Как богатые страны стали богатыми, и почему бедные страны остаются бедными | страница 44



Йозеф Шумпетер писал, что экономическая наука страдает от «рикардианского греха»: она строится на априорных предпосылках безо всякого эмпирического основания. К этому «греху» мы можем прибавить «грех Кругмана», состоящий в том, чтобы разработать теории, лучше стандартной описывающие окружающий мир, но при этом отказаться применять их на практике. Можно прибавить сюда и то, что нобелевский лауреат 1974 года Гуннар Мюрдаль (1898–1987) назвал оппортунистическим невежеством, т. е. подмену экономических предпосылок ради достижения политических целей. Когда политикам требовалось склонить избирателей в пользу Европейского экономического сообщества, оно рекламировалось как способ увеличить богатство при помощи возрастающей отдачи (доклад Чеккини, 1988 г.). Когда тем же политикам понадобилась теория для налаживания торговли с Африкой, они обратились к теории Рикардо, которая отрицает существование возрастающей отдачи. Политики могли бы использовать другие предпосылки и теорию, по которым Африка должна была бы развить свою собственную обрабатывающую промышленность (в которой существует возрастающая отдача), а единый рынок оказался бы совсем не таким выгодным из-за отсутствия возрастающей отдачи. Выбор разных предпосылок в разных обстоятельствах зависит от корыстных интересов и политической власти. Мало того что между экономической риторикой и реальностью лежит пропасть; экономисты подменяют предпосылки, делая свою науку инструментом для поддержания бедности в бедных странах. Экономическая наука в некоторых вопросах тесно перемешана с властью и идеологией.

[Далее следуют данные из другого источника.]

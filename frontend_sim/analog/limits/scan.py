"""The compiled recursion of a state that follows a line in the integral of its own rate."""

from __future__ import annotations

import math
from typing import Any

from frontend_sim.compiled import compiled


@compiled()
def follow_line(y: float, z: Any, begin: Any, end: Any, out: Any) -> None:
    """out[s] = y after piece s, see ``VariablePole``; z is the rate's integral over the piece."""
    for s in range(len(z)):
        gone = -math.expm1(-z[s])
        # 1 - gone / z, without the cancellation of short pieces.
        lag = 0.5 * z[s] * (1.0 - z[s] / 3.0) if z[s] < 1e-5 else 1.0 - gone / z[s]
        y += gone * (begin[s] - y) + lag * (end[s] - begin[s])
        out[s] = y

Технологии и возрастающая отдача, основные источники экономической власти, создают экономические барьеры для доступа. Исключая технологический прогресс и дихотомию возрастающей/убывающей отдачи из теории международной торговли, экономисты выступают в роли полезных и бездумных инструментов для достижения корыстных целей стран. Если не брать эту дихотомию в расчет, то при глобализации одни страны будут стабильно богатеть, а другие стабильно беднеть (Приложение III). В реальном мире богатые страны, которые специализируются на правильных видах экономической деятельности, развивают экономию на масштабах в использовании силы[57] и способности к принуждению[58].

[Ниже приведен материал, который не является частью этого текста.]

"""A sensor whose output is a curve of its input over some range."""

from __future__ import annotations

from collections.abc import Callable
from dataclasses import dataclass

import numpy as np

from frontend_sim.analog.block import Real
from frontend_sim.analog.limits.limiter import Limiter, Segments, Touched

ENDS = ("the upper end of its range", "the lower end of its range")


@dataclass(frozen=True, eq=False)
class SensorCurve(Limiter):
    """A curve y = f(u) in place of a gain G, its slope at the operating point.

    Parameters
    ----------
    replaced : the one block without states that is the gain
    gain : G; any value is right in a run
    function : f, for arrays of inputs; it must not depend on anything but its argument
    low, high : range of the sensor; how long it was left is told
    """

    replaced: range
    gain: float
    function: Callable[[Real], Real]
    low: float
    high: float
    limits = ENDS

    def start(self, u: float, v: float) -> Real:
        """Return the deviation at rest."""
        return self._deviation(np.array([u]))

    def advance(self, state: Real, span: Segments) -> tuple[Real, Real, Real, Touched]:
        """Take the curve at every end, see ``Limiter``."""
        deviation = self._deviation(span.end)
        before = self._deviation(span.begin[span.jumps])
        return deviation[-1:], deviation, before, left(span, self.low, self.high)

    def _deviation(self, u: Real) -> Real:
        return self.function(u) - self.gain * u


def left(span: Segments, low: float, high: float) -> Touched:
    """Return how long the input was above and below a range, and when first."""
    above = _over(span.length, span.begin - high, span.end - high)
    below = _over(span.length, low - span.begin, low - span.end)
    times, pieces, since = zip(above, below, strict=True)
    return Touched(np.array(times), np.array(pieces, dtype=np.int64), np.array(since))


def _over(length: Real, begin: Real, end: Real) -> tuple[float, int, float]:
    """Return how long lines from ``begin`` to ``end`` are above zero; the first piece, and since."""
    over = np.flatnonzero((begin > 0.0) | (end > 0.0))
    if len(over) == 0:
        return 0.0, -1, 0.0
    length, begin, end = length[over], begin[over], end[over]
    crosses = (begin > 0.0) != (end > 0.0)
    rise = np.where(crosses, np.abs(end - begin), 1.0)
    share = np.where(crosses, np.maximum(begin, end) / rise, 1.0)
    since = length[0] * (1.0 - share[0]) if end[0] > begin[0] else 0.0
    return float(np.sum(share * length)), int(over[0]), float(since)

В конце 1700-х годов английская экономическая мысль разошлась с континентальной европейской теорией. Во время первой индустриальной революции Адам Смит, бывший среди прочего таможенным чиновником, описывал мировую экономику как коммерческое общество, занятое больше покупкой и продажей, чем производством. В это же время экономисты континентальной Европы, например Иоганн Бекман (1739–1811) из Гёттингена, писали о производстве, технологиях и знаниях как об основах для создания богатства. Адам Смит также упоминал изобретения, но в его теории они совершаются вне системы, не являются ее частью. Производство, знания и изобретения исчезают из экономической науки Адама Смита потому, что он сводит производство и торговлю до уровня абстрактных трудовых часов. В1817 году примеру Смита последовал Рикардо. Он разработал еще более абстрактную теорию, в которой мерилом ценности был «труд» — понятие, лишенное каких-либо качеств. Немного позднее Карл Маркс, продолжая немецкую традицию ставить производство в центр общественных наук, писал о развитии капитализма и о проблемах, которые он порождает в обществе. К сожалению, когда от Маркса потребовалось решение проблем капитализма, он обратился к трудовой теории ценности Рикардо. В немецкой традиции было принято рассматривать в качестве движущих сил экономики знания, новые идеи и технологии, так что теория Рикардо была для нее чуждым элементом. Выбор Маркса имел очень серьезные и долгосрочные последствия: он позволил абстрактному мышлению Рикардо воцариться по всей политической оси, от правого до левого фланга, на протяжении холодной войны и после ее окончания. Осознав это в 1955 году, Николас Калдор (1908–1986) писал, что «Марксова теория — это на самом деле упрощенная и переодетая версия Рикардо»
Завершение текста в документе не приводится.